Education • 4 min read
The primary objective of a listed company is to generate sustainable returns for its shareholders. Corporate success and rising shareholder confidence lead to increased demand for the company's stocks, which is in turn reflected in an increase in the share price - the price of a stock.
In order to receive funds from investors for company shares, the company goes public and issues these shares to investors in the form of stocks. A stock is therefore a small part of a company and, in the broadest sense, a way for shareholders to invest money. A shareholder - also called a stockholder - is consequently someone in possession of at least one share of that company.
The funds invested by shareholders are used by the company to support research, development, new product launches, corporate expansion, the repayment of debt, and more.
Shareholders invest in the shares of companies where they assume that the value of this company and the share price will increase due to successful performance. If this is the event, investors usually also receive dividends - these are payments amounting to a small proportion of the company's profits.
Market capitalisation is one of many business ratios. Companies use ratios to analyse and present its financial development and performance.
Market capitalisation is the total valuation of the company's shares with regard to its current share price and the total number of outstanding stocks. It is calculated by multiplying the market price (quotation) of its stock by the total number of outstanding stocks (the stocks held by all the shareholders of a company at that time).
Therefore, the rise and fall of stock prices and the number of stocks in circulation affect the company's market capitalisation and thus its market value.
By buying back shares or issuing new shares, a company can influence the number of shares in circulation.
If a stock is very popular with investors, its price can also rise extremely high. However, this also makes the company's stocks too expensive for many new investors. Now, the company has the option to reduce or increase the number and therefore the liquidity of the stocks in circulation in order to make them more attractive again for new investors. In a stock split, therefore, a company's existing stocks are divided into several new stocks.
Caution: a stock split must not be confused with a new issue of stocks or with partial shares!

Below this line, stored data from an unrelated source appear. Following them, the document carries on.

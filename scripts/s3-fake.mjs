#!/usr/bin/env node
// Local S3 fake for Nightmark (s3rver), loopback only, files kept on disk.
//
//   node scripts/s3-fake.mjs [--port 4569] [--dir .nightmark/s3-dev] [--bucket nightmark-uploads]
//   env: S3_PORT, S3_DIR, S3_BUCKET
//
// Clients: endpoint http://127.0.0.1:PORT, forcePathStyle: true, keys S3RVER / S3RVER.
import { mkdirSync } from "node:fs";
import { resolve } from "node:path";
import S3rver from "s3rver";

const HOST = "127.0.0.1";

function arg(name) {
  const i = process.argv.indexOf(`--${name}`);
  return i > 0 ? process.argv[i + 1] : undefined;
}

const port = Number(arg("port") ?? process.env.S3_PORT ?? 4569);
const directory = resolve(arg("dir") ?? process.env.S3_DIR ?? ".nightmark/s3-dev");
const bucket = arg("bucket") ?? process.env.S3_BUCKET ?? "nightmark-uploads";

mkdirSync(directory, { recursive: true });

// Let the browser PUT/GET directly (presigned URLs) from the app's origin.
const cors = `<CORSConfiguration>
  <CORSRule>
    <AllowedOrigin>*</AllowedOrigin>
    <AllowedMethod>GET</AllowedMethod>
    <AllowedMethod>PUT</AllowedMethod>
    <AllowedMethod>POST</AllowedMethod>
    <AllowedMethod>HEAD</AllowedMethod>
    <AllowedMethod>DELETE</AllowedMethod>
    <AllowedHeader>*</AllowedHeader>
    <ExposeHeader>ETag</ExposeHeader>
    <MaxAgeSeconds>3000</MaxAgeSeconds>
  </CORSRule>
</CORSConfiguration>`;

const server = new S3rver({
  address: HOST,
  port,
  directory,
  silent: true,
  // path-style only: no vhost matching on *.localhost
  vhostBuckets: false,
  configureBuckets: [{ name: bucket, configs: [cors] }],
});

try {
  const addr = await server.run();
  console.log(`[s3] s3rver on http://${HOST}:${addr.port}, bucket ${bucket}, store ${directory}`);
} catch (err) {
  console.error(`[s3] failed to start: ${err.message}`);
  process.exit(1);
}

function shutdown() {
  server.close().finally(() => process.exit(0));
  setTimeout(() => process.exit(0), 1000).unref();
}
process.on("SIGINT", shutdown);
process.on("SIGTERM", shutdown);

In a stock split, the market capitalisation does not change, instead only the number of outstanding stocks. This number is increased by a certain multiple, but the total value of the stocks remains the same as the value before the split.

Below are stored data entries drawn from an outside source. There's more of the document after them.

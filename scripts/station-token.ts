/**
 * npm run station:token -- <station-slug> [token name]
 *
 * Creates a station token (lib/stations/tokens.ts issueToken: stored hashed, audited) and prints it
 * alone on the last line, so a script can take it with `tail -n 1`. The token is shown this once.
 * Env: DATABASE_URL (lib/env.ts). Unknown slug → exit 1 with a message on stderr.
 */
import { eq } from "drizzle-orm";
import { getDb, pool } from "@/db";
import { stations } from "@/db/schema";
import { issueToken } from "@/lib/stations/tokens";

async function main(): Promise<number> {
  const [slug, ...nameParts] = process.argv.slice(2).filter((a) => a !== "--");
  if (!slug) {
    console.error("Usage: npm run station:token -- <station-slug> [token name]");
    return 1;
  }
  const db = getDb();
  const [st] = await db.select({ id: stations.id, slug: stations.slug, name: stations.name, status: stations.status }).from(stations).where(eq(stations.slug, slug)).limit(1);
  if (!st) {
    console.error(`No station with the slug "${slug}". Station slugs are on each station's page (/stations/<slug>).`);
    return 1;
  }
  if (st.status === "retired") {
    console.error(`Station "${slug}" (${st.name}) is retired; it cannot get new tokens.`);
    return 1;
  }
  const name = nameParts.join(" ").trim() || `Command line, ${new Date().toISOString().slice(0, 10)}`;
  const t = await issueToken(db, st.id, name, null);
  console.log(`Station: ${st.name} (${st.slug})`);
  console.log(`Token "${t.name}" created, prefix ${t.prefix}. It is shown once, now; only its hash is stored.`);
  console.log(t.token);
  return 0;
}

main()
  .then(async (code) => {
    await pool().end();
    process.exit(code);
  })
  .catch(async (err) => {
    console.error("station:token failed:", err instanceof Error ? err.message : err);
    await pool().end().catch(() => {});
    process.exit(1);
  });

The ratios most commonly used in a split are 2:1 or 3:1, which means that after the stock split a shareholder now respectively owns two or three stocks for each stock they held before the split.
A stock split therefore usually takes place when the share price of a company becomes too high to be bought by average investors. Often, blue chip companies in particular can increase the interest of potential investors in a purchase in this way. A stock split is supposed to have a positive effect on liquidity (availability of a security) and, respectively, on the share price.
Instead of buying one stock worth $100, many investors prefer to buy 100 stocks worth one dollar each. Also, for tradable transactions on many stock exchanges, the nominal amount (the share of a stock in the company's share capital) is calculated per 100 stocks. So when a company's share price has risen a lot, listed companies often announce a stock split as a way to lower the share price to a more popular trading price.
Since a stock split is often implemented as a result of strong growth of a company or with the prospect of future growth, it is considered a positive signal to investors.
As with all important matters, implementing a stock split must be decided during a company's general meeting.
This lowers the price of a single stock, but does not change the value of a shareholder's holdings. Why does a stock split not cause share prices to fall? If stocks of a company are split, the nominal value, the market value and trading volumes are automatically adjusted in almost all analysis programmes, but visually marked in the presentations. Therefore, it is recommended that you as an investor pay attention to indicators such as stock splits that have taken place when researching past developments in order to draw the right conclusions.